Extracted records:
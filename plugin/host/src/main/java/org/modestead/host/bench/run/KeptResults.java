package org.modestead.host.bench.run;

import java.time.Instant;
import java.util.HashSet;
import java.util.Iterator;
import java.util.LinkedHashMap;
import java.util.Map;
import java.util.Optional;
import java.util.Set;
import java.util.concurrent.ExecutorService;
import java.util.concurrent.Executors;
import java.util.concurrent.TimeUnit;
import org.modestead.nodes.contract.NodeDeclaration;
import org.modestead.nodes.contract.NodeResult;

/**
 * Results by what they depend on: the latest in memory, all that can be written on disk, where a later process finds them. There is a
 * result as long as it is in memory or on disk, whoever removed it there. Thread-safe.
 */
public final class KeptResults implements AutoCloseable {

    private static final int MOST_IN_MEMORY = 64;
    private static final int MOST_KNOWN = 512;
    private static final long LONGEST_WAIT_SECONDS = 10;
    private static final long LOOK_MILLIS = 200;

    private final ResultFolder folder;
    private final int mostInMemory;
    private final Map<String, Held> memory = new LinkedHashMap<>(16, 0.75f, true);
    private final Set<String> unwritten = new HashSet<>();
    /** What was read of results on disk; counts only as long as they are there. */
    private final Map<String, Facts> read = new LinkedHashMap<>(16, 0.75f, true);
    private final ExecutorService writer = Executors.newSingleThreadExecutor(task -> {
        Thread thread = new Thread(task, "results");
        thread.setDaemon(true);
        return thread;
    });

    /** @param folder where results are kept */
    public KeptResults(ResultFolder folder) {
        this(folder, MOST_IN_MEMORY);
    }

    /**
     * @param folder where results are kept
     * @param mostInMemory results that are kept in memory too, at least 0; those not yet written are beside
     */
    public KeptResults(ResultFolder folder, int mostInMemory) {
        this.folder = folder;
        this.mostInMemory = mostInMemory;
    }

    private record Held(NodeResult result, Facts facts) {}

    /**
     * What is known of a result without reading it.
     *
     * @param node id of the node that gave it
     * @param seconds it took
     * @param made when
     * @param doubts how many
     * @param anew whether making it again costs nothing, so that it is not copied to disk
     */
    public record Facts(String node, double seconds, Instant made, int doubts, boolean anew) {}

    /** Returns what is known of a result, empty when there is none, or none any more. */
    public Optional<Facts> facts(String id) {
        synchronized (memory) {
            Held held = memory.get(id);
            if (held != null) {
                return Optional.of(held.facts());
            }
            if (!folder.has(id)) {
                read.remove(id);
                return Optional.empty();
            }
            Optional<Facts> known = Optional.ofNullable(read.get(id)).or(() -> folder.facts(id));
            known.ifPresent(facts -> read.put(id, facts));
            trim(read, MOST_KNOWN, Set.of());
            return known;
        }
    }

    /** Returns a result that is in memory, or can be read whole from disk; one that cannot is gone from then on. */
    public Optional<NodeResult> find(NodeDeclaration node, String id) {
        synchronized (memory) {
            Held held = memory.get(id);
            if (held != null) {
                return Optional.of(held.result());
            }
        }
        Optional<Facts> facts = facts(id);
        Optional<NodeResult> found = facts.isEmpty() ? Optional.empty() : folder.read(node, id);
        found.ifPresent(result -> hold(id, new Held(result, facts.orElseThrow())));
        return found;
    }

    /** Keeps a result; on disk as soon as there is time. */
    public void keep(NodeDeclaration node, String id, NodeResult result, double seconds) {
        Facts known = new Facts(node.id(), seconds, Instant.now(), result.doubts().size(), ResultFolder.isMadeAnew(result));
        synchronized (memory) {
            unwritten.add(id);
            hold(id, new Held(result, known));
        }
        writer.execute(() -> {
            try {
                folder.write(node, id, result, known);
            } finally {
                written(id);
            }
        });
    }

    /** Returns how many results it remembers something of. */
    int known() {
        synchronized (memory) {
            return memory.size() + read.size();
        }
    }

    private void written(String id) {
        synchronized (memory) {
            unwritten.remove(id);
            read.remove(id);
            trim(memory, mostInMemory, unwritten);
            memory.notifyAll();
        }
    }

    /** Waits until all that was to be kept lies on disk, where it could be written. */
    public void settle() throws InterruptedException {
        synchronized (memory) {
            while (!unwritten.isEmpty() && !writer.isTerminated()) {
                memory.wait(LOOK_MILLIS);
            }
        }
    }

    /** Returns whether nothing is yet to be written. */
    public boolean isSettled() {
        synchronized (memory) {
            return unwritten.isEmpty();
        }
    }

    /** Remembers a result that was made anew, if it is still known of. */
    public void remember(String id, NodeResult result) {
        facts(id).ifPresent(facts -> hold(id, new Held(result, facts)));
    }

    private void hold(String id, Held held) {
        synchronized (memory) {
            memory.put(id, held);
            trim(memory, mostInMemory, unwritten);
        }
    }

    /** Takes out what was unused for longest. */
    private static <T> void trim(Map<String, T> map, int most, Set<String> needed) {
        Iterator<String> oldest = map.keySet().iterator();
        while (map.size() > most && oldest.hasNext()) {
            if (!needed.contains(oldest.next())) {
                oldest.remove();
            }
        }
    }

    /** Waits until all is on disk, but not for ever. */
    @Override
    public void close() {
        writer.shutdown();
        try {
            if (!writer.awaitTermination(LONGEST_WAIT_SECONDS, TimeUnit.SECONDS)) {
                writer.shutdownNow();
            }
        } catch (InterruptedException hurried) {
            Thread.currentThread().interrupt();
        }
    }
}
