/** Runs of the bench: what is fresh, what is out of date, how far work is, and results kept over a restart. */
package org.modestead.host.bench.run;
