package org.modestead.host.run;

import static org.junit.jupiter.api.Assertions.assertEquals;
import static org.junit.jupiter.api.Assertions.assertNotEquals;

import java.io.IOException;
import java.nio.file.Files;
import java.nio.file.Path;
import java.nio.file.attribute.FileTime;
import java.time.Instant;
import org.junit.jupiter.api.Test;
import org.junit.jupiter.api.io.TempDir;

/** A file is read again when it changed, and only then. */
class FileMarksTest {

    private static final FileTime LONG_AGO = FileTime.from(Instant.parse("2020-01-01T00:00:00Z"));

    @TempDir
    private Path folder;

    private Path file(String text, FileTime changed) throws IOException {
        Path file = Files.writeString(folder.resolve("data.csv"), text);
        Files.setLastModifiedTime(file, changed);
        return file;
    }

    @Test
    void anUnchangedFileIsNotReadAgain() throws IOException {
        FileMarks marks = new FileMarks();
        String before = marks.of(file("aaaa", LONG_AGO));
        // another content behind the same size and time: whoever reads sees it, whoever remembers does not
        assertEquals(before, marks.of(file("bbbb", LONG_AGO)));
        assertNotEquals(before, new FileMarks().of(folder.resolve("data.csv")));
        assertNotEquals(before, marks.of(file("bbbb", FileTime.from(Instant.parse("2020-01-01T00:00:01Z")))), "it changed");
        assertNotEquals(before, marks.of(file("aaaaa", LONG_AGO)), "it is longer");
    }

    @Test
    void aFileThatHasJustChangedIsReadEachTime() throws IOException {
        FileMarks marks = new FileMarks();
        FileTime now = FileTime.from(Instant.now());
        String before = marks.of(file("aaaa", now));
        assertNotEquals(before, marks.of(file("bbbb", now)));
    }

    @Test
    void aFolderIsAllItsFilesAndAMissingFileIsToldOf() throws IOException {
        FileMarks marks = new FileMarks();
        file("aaaa", LONG_AGO);
        String before = marks.of(folder);
        Files.writeString(folder.resolve("more.csv"), "b");
        assertNotEquals(before, marks.of(folder));
        assertEquals(folder.resolve("none") + " missing", marks.of(folder.resolve("none")));
    }
}
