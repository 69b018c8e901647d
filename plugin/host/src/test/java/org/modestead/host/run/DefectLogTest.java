package org.modestead.host.run;

import static org.junit.jupiter.api.Assertions.assertEquals;
import static org.junit.jupiter.api.Assertions.assertNotEquals;
import static org.junit.jupiter.api.Assertions.assertTrue;

import java.io.IOException;
import java.nio.file.Files;
import java.nio.file.Path;
import java.util.stream.Stream;
import org.junit.jupiter.api.Test;
import org.junit.jupiter.api.io.TempDir;

/** Errors are logged so that they can be found, and so that no number of them fills the folder. */
class DefectLogTest {

    @TempDir
    Path folder;

    @Test
    void anErrorFromTheSamePlaceIsWrittenOnceWhateverItSays() throws IOException {
        String first = "";
        for (int i = 0; i < 3; i++) {
            String told = DefectLog.write(new IllegalStateException("input " + i), folder);
            first = i == 0 ? told : first;
            assertEquals(first, told);
        }
        assertTrue(Files.readString(Path.of(first.substring("the log ".length()))).contains("IllegalStateException: input 0"), first);
        assertNotEquals(first, DefectLog.write(new IllegalStateException("elsewhere"), folder));
        assertEquals(2, files());
    }

    @Test
    void noMoreThanTheBoundAreKept() throws IOException {
        for (int i = 0; i < DefectLog.MOST + 20; i++) {
            IllegalStateException defect = new IllegalStateException("one");
            defect.setStackTrace(new StackTraceElement[] {new StackTraceElement("Some", "place", "Some.java", i)});
            String told = DefectLog.write(defect, folder);
            assertEquals(i < DefectLog.MOST, told.startsWith("the log "), told);
        }
        assertEquals(DefectLog.MOST, files());
    }

    @Test
    void anErrorWhoseCausesGoInACircleIsWritten() throws IOException {
        IllegalStateException one = new IllegalStateException("one");
        one.initCause(new IllegalArgumentException("two", one));
        assertTrue(DefectLog.write(one, folder).startsWith("the log "));
        assertEquals(1, files());
    }

    private long files() throws IOException {
        try (Stream<Path> inside = Files.list(folder)) {
            return inside.count();
        }
    }
}
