'use client';

import type { ReactElement } from 'react';
import { fieldHref } from '@/components/field/routing/field-route';
import { useSyncStatus } from '@/lib/offline/hooks/use-sync-status';

/** What the recorder knows before the queue does: a press on its way into storage, or one that was not kept. */
export type PressState = 'saving' | 'not-saved' | null;

interface CornerStatusProps {
  press?: PressState;
}

const PRESS_WORDS = { saving: 'saving', 'not-saved': 'not saved' } as const;

/** Capital first letter, for words that begin a line. */
const sentence = (words: string): string => words.charAt(0).toUpperCase() + words.slice(1);

/** Where one's work is, in words and a number, always in the same corner; leads to the list of what is unsent. */
export function CornerStatus({ press = null }: CornerStatusProps): ReactElement {
  const { status, words, count } = useSyncStatus();
  const needsYou = status.kind === 'needs-you' || press === 'not-saved';
  return (
    <a
      href={fieldHref({ kind: 'unsent' })}
      className={`ml-auto flex min-h-field max-w-32 min-w-field items-center justify-end gap-2 text-right leading-tight font-bold no-underline ${needsYou ? 'text-stop' : 'text-ink'}`}
    >
      <span>{sentence(press ? PRESS_WORDS[press] : words)}</span>
      {count > 0 && !words.includes(String(count)) && (
        <span
          aria-hidden="true"
          className={`min-w-9 rounded-full px-2 py-1 text-center font-mono ${needsYou ? 'bg-stop text-stop-on' : 'bg-ink text-paper'}`}
        >
          {count}
        </span>
      )}
    </a>
  );
}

→ **Description of the task**: Lines containing the word "doubts" are to be pulled from the records and copied.

→ **Reply**:
     * @param doubts how many
    public record Facts(String node, double seconds, Instant made, int doubts, boolean anew) {}
        Facts known = new Facts(node.id(), seconds, Instant.now(), result.doubts().size(), ResultFolder.isMadeAnew(result));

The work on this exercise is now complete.